- Directed by: Danny Lerner
- Written by: Danny Lerner
- Produced by: Lee Weldon
- Starring: Stephen Baldwin Vanessa Johansson Giacomo Gonnella Hilda van der Meulen
- Cinematography: Ross W. Clarkson
- Edited by: Michele Gisser
- Music by: Steve Edwards
- Production companies: Nu Image Films Venice Sharks
- Distributed by: First Look International
- Release date: August 6, 2008;
- Running time: 88 minutes
- Country: United States
- Languages: English Italian

= Shark in Venice =

Shark in Venice (known as Sharks in Venice in the United States) is a 2008 American natural-horror film directed by Danny Lerner and starring Stephen Baldwin, Giacomo Gonnella and Vanessa Johansson.

==Plot==
The film takes place in Venice, where archeologist David Franks (Stephen Baldwin) and his girlfriend Laura (Vanessa Johansson) are meeting with Venetian police to learn more about the mysterious disappearance of David's father. During the boat ride to where they think David's father may have last been seen, David sees the dorsal fin of a large shark.
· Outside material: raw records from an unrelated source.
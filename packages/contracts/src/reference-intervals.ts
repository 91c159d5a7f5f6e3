import { z } from 'zod';
import { periodKeySchema, uuidSchema } from './common.ts';

/** Caution shown beside every reference interval the service shows or exports. */
export const REFERENCE_INTERVAL_CAUTION =
  'Derived intervals must be reviewed and approved by the laboratory director before clinical use. ' +
  'These figures inform, and do not replace, the director’s decision under local regulation and accreditation.';

/** Care settings a patient result can come from (our own code list). */
export const patientSettings = ['outpatient', 'inpatient', 'screening', 'emergency'] as const;
export const patientSettingSchema = z.enum(patientSettings);
export type PatientSetting = z.infer<typeof patientSettingSchema>;

export const patientSexes = ['female', 'male'] as const;
export const patientSexSchema = z.enum(patientSexes);
export type PatientSex = z.infer<typeof patientSexSchema>;

/** Studies compute one partition per sex (or both together) and age band. */
export const partitionSexSchema = z.enum(['all', 'female', 'male']);
export type PartitionSex = z.infer<typeof partitionSexSchema>;

export const ageBandSchema = z
  .object({ low: z.number().int().min(0).max(120), high: z.number().int().min(0).max(120) })
  .refine((b) => b.low <= b.high, { message: 'an age band must run from its lower to its higher age' });
export type AgeBand = z.infer<typeof ageBandSchema>;

/** Which stored results a study reads. Months are inclusive; ages are whole years, inclusive. */
export const studySelectionSchema = z
  .object({
    fromMonth: periodKeySchema.optional(),
    toMonth: periodKeySchema.optional(),
    settings: z.array(patientSettingSchema).max(patientSettings.length).optional(),
    ageLow: z.number().int().min(0).max(120).default(18),
    ageHigh: z.number().int().min(0).max(120).default(120),
    sex: partitionSexSchema.default('all'),
  })
  .refine((s) => s.ageLow <= s.ageHigh, { message: 'ageLow must not be above ageHigh', path: ['ageLow'] })
  .refine((s) => !s.fromMonth || !s.toMonth || s.fromMonth <= s.toMonth, {
    message: 'fromMonth must not be after toMonth',
    path: ['fromMonth'],
  });
export type StudySelection = z.infer<typeof studySelectionSchema>;

export const studyPartitioningSchema = z.object({
  bySex: z.boolean().default(false),
  /** Age bands inside the selection's age range; empty means one band for the whole range. */
  ageBands: z.array(ageBandSchema).max(12).default([]),
});
export type StudyPartitioning = z.infer<typeof studyPartitioningSchema>;

/** Methods a study can use; the list is open so other methods can be added beside them. */
export const studyMethods = ['nonparametric', 'robust', 'indirect'] as const;
export const studyMethodSchema = z.enum(studyMethods);
export type StudyMethod = z.infer<typeof studyMethodSchema>;

export const outlierScreenings = ['tukey', 'dixon', 'none'] as const;
export const outlierScreeningSchema = z.enum(outlierScreenings);
export type OutlierScreening = z.infer<typeof outlierScreeningSchema>;

export const studyInputSchema = z.object({
  name: z.string().trim().min(1).max(200),
  analyteId: uuidSchema,
  labId: uuidSchema.optional(),
  selection: studySelectionSchema,
  partitioning: studyPartitioningSchema,
  method: studyMethodSchema,
  screening: outlierScreeningSchema,
});
export type StudyInput = z.infer<typeof studyInputSchema>;

export const studyStatuses = ['draft', 'queued', 'running', 'done', 'failed'] as const;
export const studyStatusSchema = z.enum(studyStatuses);
export type StudyStatus = z.infer<typeof studyStatusSchema>;

export const limitSchema = z.object({ value: z.number(), ci: z.tuple([z.number(), z.number()]).nullable() });

export const partitionKeySchema = z.object({
  sex: partitionSexSchema,
  ageLow: z.number().int(),
  ageHigh: z.number().int(),
});
export type PartitionKey = z.infer<typeof partitionKeySchema>;

export const histogramBinSchema = z.object({ from: z.number(), to: z.number(), count: z.number().int() });

export const partitionResultSchema = z.object({
  key: partitionKeySchema,
  label: z.string(),
  /** Values read before screening (after dropping repeats of the same sample key). */
  n: z.number().int(),
  /** Values removed by outlier screening (at most the first 5000 are listed). */
  excluded: z.array(z.number()),
  excludedCount: z.number().int(),
  method: studyMethodSchema,
  lower: limitSchema.nullable(),
  upper: limitSchema.nullable(),
  /** Why there are no limits, or no confidence intervals. */
  note: z.string().nullable(),
  histogram: z.array(histogramBinSchema),
  current: z.object({ lower: z.number(), upper: z.number(), source: z.string() }).nullable(),
});
export type PartitionResult = z.infer<typeof partitionResultSchema>;

export const partitionAdviceSchema = z.object({
  between: z.tuple([z.string(), z.string()]),
  z: z.number(),
  zCritical: z.number(),
  sdRatio: z.number(),
  partition: z.boolean(),
  advice: z.string(),
});
export type PartitionAdvice = z.infer<typeof partitionAdviceSchema>;

export const studyResultSchema = z.object({
  id: uuidSchema,
  version: z.number().int(),
  computedAt: z.string(),
  unit: z.string(),
  partitions: z.array(partitionResultSchema),
  advice: z.array(partitionAdviceSchema),
  approval: z.object({ approvedAt: z.string(), approvedBy: z.string(), statement: z.string() }).nullable(),
});
export type StudyResult = z.infer<typeof studyResultSchema>;

export const studySummarySchema = z.object({
  id: uuidSchema,
  labId: uuidSchema,
  name: z.string(),
  analyte: z.object({ id: uuidSchema, code: z.string(), name: z.string(), unit: z.string() }),
  selection: studySelectionSchema,
  partitioning: studyPartitioningSchema,
  method: studyMethodSchema,
  screening: outlierScreeningSchema,
  status: studyStatusSchema,
  progress: z.number(),
  failureMessage: z.string().nullable(),
  createdAt: z.string(),
  latestVersion: z.number().int().nullable(),
  approvedVersion: z.number().int().nullable(),
});
export type StudySummary = z.infer<typeof studySummarySchema>;

export const studyDetailSchema = studySummarySchema.extend({
  results: z.array(studyResultSchema),
  caution: z.string(),
});
export type StudyDetail = z.infer<typeof studyDetailSchema>;

export const studyCountQuerySchema = z.object({
  analyteId: uuidSchema,
  labId: uuidSchema.optional(),
  selection: studySelectionSchema,
});
export const studyCountSchema = z.object({ count: z.number().int() });

export const approvalInputSchema = z.object({ statement: z.string().trim().min(10).max(2000) });

export const currentIntervalInputSchema = z
  .object({
    labId: uuidSchema.optional(),
    analyteId: uuidSchema,
    sex: partitionSexSchema,
    ageLow: z.number().int().min(0).max(120),
    ageHigh: z.number().int().min(0).max(120),
    lower: z.number(),
    upper: z.number(),
    source: z.string().trim().min(1).max(500),
  })
  .refine((c) => c.lower < c.upper, { message: 'lower must be below upper', path: ['lower'] })
  .refine((c) => c.ageLow <= c.ageHigh, { message: 'ageLow must not be above ageHigh', path: ['ageLow'] });
export type CurrentIntervalInput = z.infer<typeof currentIntervalInputSchema>;

export const currentIntervalSchema = z.object({
  id: uuidSchema,
  labId: uuidSchema,
  analyte: z.object({ id: uuidSchema, code: z.string(), name: z.string(), unit: z.string() }),
  sex: partitionSexSchema,
  ageLow: z.number().int(),
  ageHigh: z.number().int(),
  lower: z.number(),
  upper: z.number(),
  source: z.string(),
  adoptedFrom: z.object({ studyId: uuidSchema, version: z.number().int() }).nullable(),
  updatedAt: z.string(),
});
export type CurrentInterval = z.infer<typeof currentIntervalSchema>;

export const adoptInputSchema = z.object({ resultId: uuidSchema, partition: z.string().min(1).max(100) });

export const verificationInputSchema = z.object({
  labId: uuidSchema.optional(),
  currentIntervalId: uuidSchema,
  values: z.array(z.number().finite()).length(20),
});
export type VerificationInput = z.infer<typeof verificationInputSchema>;

export const verificationRoundSchema = z.object({
  values: z.array(z.number()),
  outside: z.number().int(),
  accepted: z.boolean(),
});

export const verificationSchema = z.object({
  id: uuidSchema,
  labId: uuidSchema,
  analyte: z.object({ id: uuidSchema, code: z.string(), name: z.string(), unit: z.string() }),
  interval: z.object({
    sex: partitionSexSchema,
    ageLow: z.number().int(),
    ageHigh: z.number().int(),
    lower: z.number(),
    upper: z.number(),
    source: z.string(),
  }),
  rounds: z.array(verificationRoundSchema),
  status: z.enum(['accepted', 'collect-more', 'derive-locally']),
  nextStep: z.string(),
  approval: z.object({ approvedAt: z.string(), approvedBy: z.string(), statement: z.string() }).nullable(),
  createdAt: z.string(),
  caution: z.string(),
});
export type Verification = z.infer<typeof verificationSchema>;

export const verificationRoundInputSchema = z.object({ values: z.array(z.number().finite()).length(20) });
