import { describe, expect, it } from 'vitest';
import { Readable } from 'node:stream';
import fc from 'fast-check';
import { FileFormatError, openCsv, type CsvRecord } from './csv-reader.ts';

async function readAll(text: string | Buffer, chunkSize = 7) {
  const bytes = typeof text === 'string' ? Buffer.from(text, 'utf8') : text;
  const chunks: Buffer[] = [];
  for (let i = 0; i < bytes.length; i += chunkSize) chunks.push(bytes.subarray(i, i + chunkSize));
  const csv = await openCsv(Readable.from(chunks));
  const records: CsvRecord[] = [];
  for await (const r of csv.records) records.push(r);
  return { delimiter: csv.delimiter, bom: csv.bom, records };
}

describe('openCsv', () => {
  it('when a semicolon file has a BOM and CRLF line ends, then the delimiter and cells are read', async () => {
    const { delimiter, bom, records } = await readAll('\uFEFFperiod;mean\r\n2026-03;5,43\r\n');
    expect(delimiter).toBe(';');
    expect(bom).toBe(true);
    expect(records).toEqual([
      { line: 1, cells: ['period', 'mean'] },
      { line: 2, cells: ['2026-03', '5,43'] },
    ]);
  });

  it('when a quoted field spans lines and blank lines occur, then each record keeps the line it starts on', async () => {
    const { records } = await readAll('a,b\n1,"two\nlines"\n\n3,"say ""hi"""\n');
    expect(records).toEqual([
      { line: 1, cells: ['a', 'b'] },
      { line: 2, cells: ['1', 'two\nlines'] },
      { line: 5, cells: ['3', 'say "hi"'] },
    ]);
  });

  it('when the file is tab-separated, then tabs split the cells', async () => {
    const { delimiter, records } = await readAll('a\tb\n1\t2');
    expect(delimiter).toBe('\t');
    expect(records[1].cells).toEqual(['1', '2']);
  });

  it('when a quote is never closed, then the file is refused with the line number', async () => {
    const error = await readAll('a,b\n1,2\n3,"open\n4,5\n').catch((e: unknown) => e);
    expect(error).toBeInstanceOf(FileFormatError);
    expect((error as FileFormatError).error).toMatchObject({ code: 'malformed_csv', column: null });
    expect((error as FileFormatError).error.message).toMatch(/never closed/);
  });

  it('when the file is UTF-16, then it is refused with a way to fix it', async () => {
    const utf16 = Buffer.concat([Buffer.from([0xff, 0xfe]), Buffer.from('a,b\n', 'utf16le')]);
    const error = await readAll(utf16).catch((e: unknown) => e);
    expect((error as FileFormatError).error.message).toMatch(/UTF-16.*UTF-8/);
  });
});

describe('openCsv, own reader for well-formed files', () => {
  /** Records (or the error) as read with our reader (a way to reopen the file given) and with csv-parse alone. */
  async function bothWays(bytes: Buffer, chunkSize: number) {
    const chunks = () => {
      const list: Buffer[] = [];
      for (let i = 0; i < bytes.length; i += chunkSize) list.push(bytes.subarray(i, i + chunkSize));
      return Readable.from(list);
    };
    let reopened = 0;
    const read = async (reopen?: () => Promise<Readable>) => {
      try {
        const csv = await openCsv(chunks(), undefined, reopen);
        const records: CsvRecord[] = [];
        for await (const r of csv.records) records.push(r);
        return { delimiter: csv.delimiter, bom: csv.bom, records };
      } catch (error) {
        // Records read before an error do not matter: the file is refused as a whole.
        return { error: error instanceof FileFormatError ? error.error : String(error) };
      }
    };
    const own = await read(async () => {
      reopened += 1;
      return chunks();
    });
    const reference = await read();
    return { own, reference, reopened };
  }

  // Cells that exercise quoting ("" escapes, delimiters and line breaks inside quotes), empty cells,
  // blanks, non-ASCII text split across chunks; rows ended by LF, CRLF or CR; sometimes a BOM.
  const cell = fc.constantFrom(
    'a',
    'bc',
    '12.5',
    '',
    ' ',
    '"q,w"',
    '"a\nb"',
    '"x""y"',
    '""',
    '"r\r\ns"',
    '"\r"',
    'é😀',
    'x;y',
    't\tu',
  );
  const file = fc
    .record({
      bom: fc.boolean(),
      delimiter: fc.constantFrom(',', ';', '\t'),
      end: fc.constantFrom('\n', '\r\n', '\r'),
      rows: fc.array(fc.array(cell, { minLength: 1, maxLength: 4 }), { minLength: 1, maxLength: 12 }),
      lastEnd: fc.boolean(),
      blankLines: fc.boolean(),
    })
    .map(({ bom, delimiter, end, rows, lastEnd, blankLines }) => {
      const lines = rows.map((r) => r.join(delimiter));
      if (blankLines) lines.splice(1, 0, '');
      return (bom ? '\uFEFF' : '') + lines.join(end) + (lastEnd ? end : '');
    });

  it('when a file is well formed, then our reader gives exactly the records csv-parse gives (csv-parse as reference, property test)', async () => {
    await fc.assert(
      fc.asyncProperty(file, fc.integer({ min: 1, max: 9 }), async (text, chunkSize) => {
        const { own, reference, reopened } = await bothWays(Buffer.from(text, 'utf8'), chunkSize);
        expect(own).toEqual(reference);
        // No hand-over to csv-parse when the file reads without error (a file can still be broken when the
        // first line, which sets the delimiter, has none of the delimiter used below it).
        if (!('error' in reference)) expect(reopened).toBe(0);
      }),
      { numRuns: 500 },
    );
  });

  it('when the quoting is broken anywhere, then the file is handed to csv-parse and refused with its error (property test)', async () => {
    const noise = fc.constantFrom('"', 'a"b', '"x"y', '"open', '\n', ',', 'z');
    const broken = fc
      .tuple(file, fc.array(noise, { minLength: 1, maxLength: 3 }), fc.nat())
      .map(([text, parts, at]) => {
        const cut = at % (text.length + 1);
        return text.slice(0, cut) + parts.join('') + text.slice(cut);
      });
    await fc.assert(
      fc.asyncProperty(broken, fc.integer({ min: 1, max: 9 }), async (text, chunkSize) => {
        const { own, reference } = await bothWays(Buffer.from(text, 'utf8'), chunkSize);
        expect(own).toEqual(reference);
      }),
      { numRuns: 500 },
    );
  });
});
In a double-take he looks back and the fin is gone. David and another man, Rossi, enter the canals wearing wetsuits and scuba gear. A large shark preys on the two and in a sudden attack Rossi is eaten. David is bitten in the shoulder but manages to escape to a cave.

In the cave, David narrowly escapes several close calls with contraptions. He then emerges in a large room in the cave which holds vast amounts of treasure. David stares in wonder at it, pockets a gold and emerald brooch and returns to Laura in the boat. The next scene shows him recuperating in a hospital bed with Laura by his side.

David and Laura are asked to meet and have dinner with businessman Vito Clemenza (Giacomo Gonnella). Clemenza produces the brooch David had taken from the treasure room and asks David to return to the cave. As unsuspecting tourists are devoured, David contemplates his next move. Before too long Laura is kidnapped by Clemenza's Mafia goons. David decides to try to save her with the help of the Venetian police. Ultimately, David defeats the Mafia, saves Laura and finds the treasure, which his father had died searching for. Clemenza is killed by one of the sharks when he falls in the water while fighting David.

It is unclear whether it is a scientific phenomenon leading to the gradual increase in the temperature of the Grand Canal and the presence of at least one great white shark taking up residence in the city of Venice. Later in the film Clemenza appears to tell David that he is the one who has introduced the sharks to the waterways.

==Cast==
- Stephen Baldwin as David Franks
- Vanessa Johansson as Laura
- Hilda van der Meulen as Lt. Sofia Totti
- Giacomo Gonnella as Vito Clemenza
- Ivaylo Geraskov as Rossi
- Atanas Srebrev as Captain Bonasera
- Kaloyan Vondenicharov as Man In Black
- Bashar Rahal as Medical Examiner
- Vladimir Kolev as Assistant
- Michael McCoy as Dean Flathers
- Asen Blatechki as Operator
- Rolando Cadenas as Jennings
- Ivo Kehayov as Cop
- Dejan Angelov as Henchman (uncredited)
- Anna Kulinova as Girl (uncredited)
- Vladimir Vladimirov as Tourist (uncredited)

==Production==
The film was shot on location in Bulgaria, as noted in the making-of documentary on the movie's DVD release.

==Release==
The film was released on December 14, 2008 in the United States, and on August 6, 2009 on DVD as Der weiße Hai von Venedig in Germany. It has received negative reviews, holding a score of 14% on review aggregator website Rotten Tomatoes, based on 454 user reviews and one critic review. An online reviewer on the website Bananas About Movies wrote that it is "a bad film, poorly made. But just bad enough to be worth watching. At least once. Then strike it from your mind".